During the first weekend of shop hours, I quickly learned about all the teamwork that was needed for the car to be successful. As the first practice competition, Midnight Mayhem, was nearing, I worked with the same member who had inspired me to go to the general meeting on attaching the body panels to the car and finalizing them so they were ready for the six-hour endurance race happening in the coming weeks.
Finally, when Midnight Mayhem came, it was time to spend ten hours in a car with people whom I had barely met. I was so nervous and I had no idea what to expect for this competition. The car ride, which mostly consisted of hearing funny stories from past competitions and listening to CDs that ranged from hard rock to Gregorian chants, was one of the most interesting experiences I had ever had, and we hadn’t even gotten to the competition yet.

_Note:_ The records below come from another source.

"""The desk file: unsaved work beside the bank, in SQLite. Opening, schema, transactions.

Every acknowledged action is on the disk (synchronous FULL, one commit an action) before the answer goes out, so a killed
server loses nothing. Connections are made per request or per thread and never shared.
"""

import sqlite3
from collections.abc import Iterator
from contextlib import contextmanager
from datetime import UTC, datetime
from pathlib import Path

from curvebank.errors import CurvebankError

APPLICATION_ID = 0x43424B44  # "CBKD"
SCHEMA = 1
BUSY_MS = 30_000

TABLES = """
CREATE TABLE sheet (
  sha256 TEXT PRIMARY KEY CHECK (length(sha256) = 64), file_name TEXT NOT NULL, media TEXT NOT NULL, pages INTEGER NOT NULL,
  bytes BLOB NOT NULL, added_at TEXT NOT NULL
) STRICT;
CREATE TABLE draft (
  id TEXT PRIMARY KEY, title TEXT NOT NULL, sheet_sha256 TEXT, head INTEGER NOT NULL, tip INTEGER NOT NULL,
  created_at TEXT NOT NULL, updated_at TEXT NOT NULL, create_id TEXT UNIQUE, from_key TEXT, from_revision INTEGER
) STRICT;
CREATE TABLE step (
  draft_id TEXT NOT NULL REFERENCES draft (id) ON DELETE CASCADE, step INTEGER NOT NULL, parent INTEGER, label TEXT NOT NULL,
  action_id TEXT NOT NULL, doc TEXT NOT NULL, at TEXT NOT NULL,
  PRIMARY KEY (draft_id, step), UNIQUE (draft_id, action_id)
) STRICT;
CREATE TRIGGER step_is_append_only BEFORE UPDATE ON step BEGIN SELECT RAISE(ABORT, 'a step is never changed'); END;
CREATE TABLE result (
  draft_id TEXT NOT NULL, step INTEGER NOT NULL, recipe BLOB NOT NULL, result TEXT NOT NULL, family TEXT NOT NULL,
  digitised BLOB NOT NULL, at TEXT NOT NULL,
  PRIMARY KEY (draft_id, step), FOREIGN KEY (draft_id, step) REFERENCES step (draft_id, step) ON DELETE CASCADE
) STRICT;
CREATE TABLE saved (
  save_key TEXT PRIMARY KEY, draft_id TEXT NOT NULL, step INTEGER NOT NULL, key TEXT NOT NULL, revision INTEGER NOT NULL,
  at TEXT NOT NULL
) STRICT;
"""


class DeskError(CurvebankError):
    """The desk file cannot be used: not a desk, or written by a newer curvebank."""

    code = "desk"


def now() -> str:
    """Wall clock as stored everywhere: UTC, milliseconds, ``Z``."""
    return written(datetime.now(UTC))


def written(moment: datetime) -> str:
    """A moment in UTC as text that sorts like time."""
    return moment.isoformat(timespec="milliseconds").replace("+00:00", "Z")


def connect(path: Path) -> sqlite3.Connection:
    """A connection for one thread, with the guards on. Transactions are explicit (see ``transaction``)."""
    db = sqlite3.connect(path, timeout=BUSY_MS / 1000, isolation_level=None)
    db.row_factory = sqlite3.Row
    db.execute("PRAGMA foreign_keys = ON")
    db.execute("PRAGMA recursive_triggers = ON")
    db.execute("PRAGMA synchronous = FULL")
    return db


@contextmanager
def transaction(db: sqlite3.Connection) -> Iterator[sqlite3.Connection]:
    """One action: BEGIN IMMEDIATE, then commit, or roll back on any error."""
    db.execute("BEGIN IMMEDIATE")
    try:
        yield db
    except BaseException:
        db.execute("ROLLBACK")
        raise
    db.execute("COMMIT")


def prepare(path: Path) -> None:
    """Make the desk file if it is missing and bring an older one up to date.

    Raises
    ------
    DeskError
        The file is no desk, or a newer curvebank wrote it.
    """
    try:
        path.parent.mkdir(parents=True, exist_ok=True)
        db = sqlite3.connect(path, timeout=BUSY_MS / 1000, isolation_level=None)
    except (OSError, sqlite3.Error) as error:
        raise DeskError(f"The desk file {path} cannot be opened: {error}. Choose a folder you can write to.") from error
    try:
        version = db.execute("PRAGMA user_version").fetchone()[0]
        identity = db.execute("PRAGMA application_id").fetchone()[0]
        empty = version == 0 and not db.execute("SELECT 1 FROM sqlite_master").fetchone()
        if not empty and identity != APPLICATION_ID:
            raise DeskError(f"{path} is not a desk file of curvebank. Move it away, or name another bank.")
        if version > SCHEMA:
            raise DeskError(f"{path} was written by a newer curvebank. Install that version, or move the file away to start a new desk.")
        db.execute("PRAGMA journal_mode = WAL")
        if version < SCHEMA:
            _migrate(path)
    except sqlite3.DatabaseError as error:
        raise DeskError(f"{path} is not a desk file of curvebank ({error}). Move it away, or name another bank.") from error
    finally:
        db.close()


def _migrate(path: Path) -> None:
    from sqlite_utils import Database
    from sqlite_utils.migrations import Migrations

    steps = Migrations("curvebank_desk")

    @steps()
    def first_form(db: Database) -> None:
        for statement in _statements(TABLES):
            db.execute(statement)
        db.execute(f"PRAGMA application_id = {APPLICATION_ID}")
        db.execute("PRAGMA user_version = 1")

    connection = sqlite3.connect(path, timeout=BUSY_MS / 1000)
    try:
        steps.apply(Database(connection))
    finally:
        connection.close()


def _statements(script: str) -> list[str]:
    """Split a script into statements; ``complete_statement`` knows that a trigger's body holds semicolons."""
    found, part = [], ""
    for line in script.splitlines(keepends=True):
        part += line
        if sqlite3.complete_statement(part):
            found.append(part.strip())
            part = ""
    return found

Once we got to Kentucky where the competition was being held, I had no idea what was to come. I spent the whole race on the sidelines of the track working Carnage Crew, which meant that we had to help any car that had flipped over or stopped in the middle of the track. Though I was covered in dirt from head to toe by the end of the night, it was a great learning and bonding experience that I will never forget.
Since then, I have learned how to use SolidWorks, a 3D design software that we use to design the car, as well as use tools and manufacture parts that I never thought I would be able to make. As a first-year mechanical engineering major, being a part of Baja is a great way to see how what we learn is applied in real life, as well as make close new friends and be a part of a great team.
Had I not taken the chance and gone to the first meeting, I would have missed out on these great learning experiences and friendships that I have made such a positive impact on my life.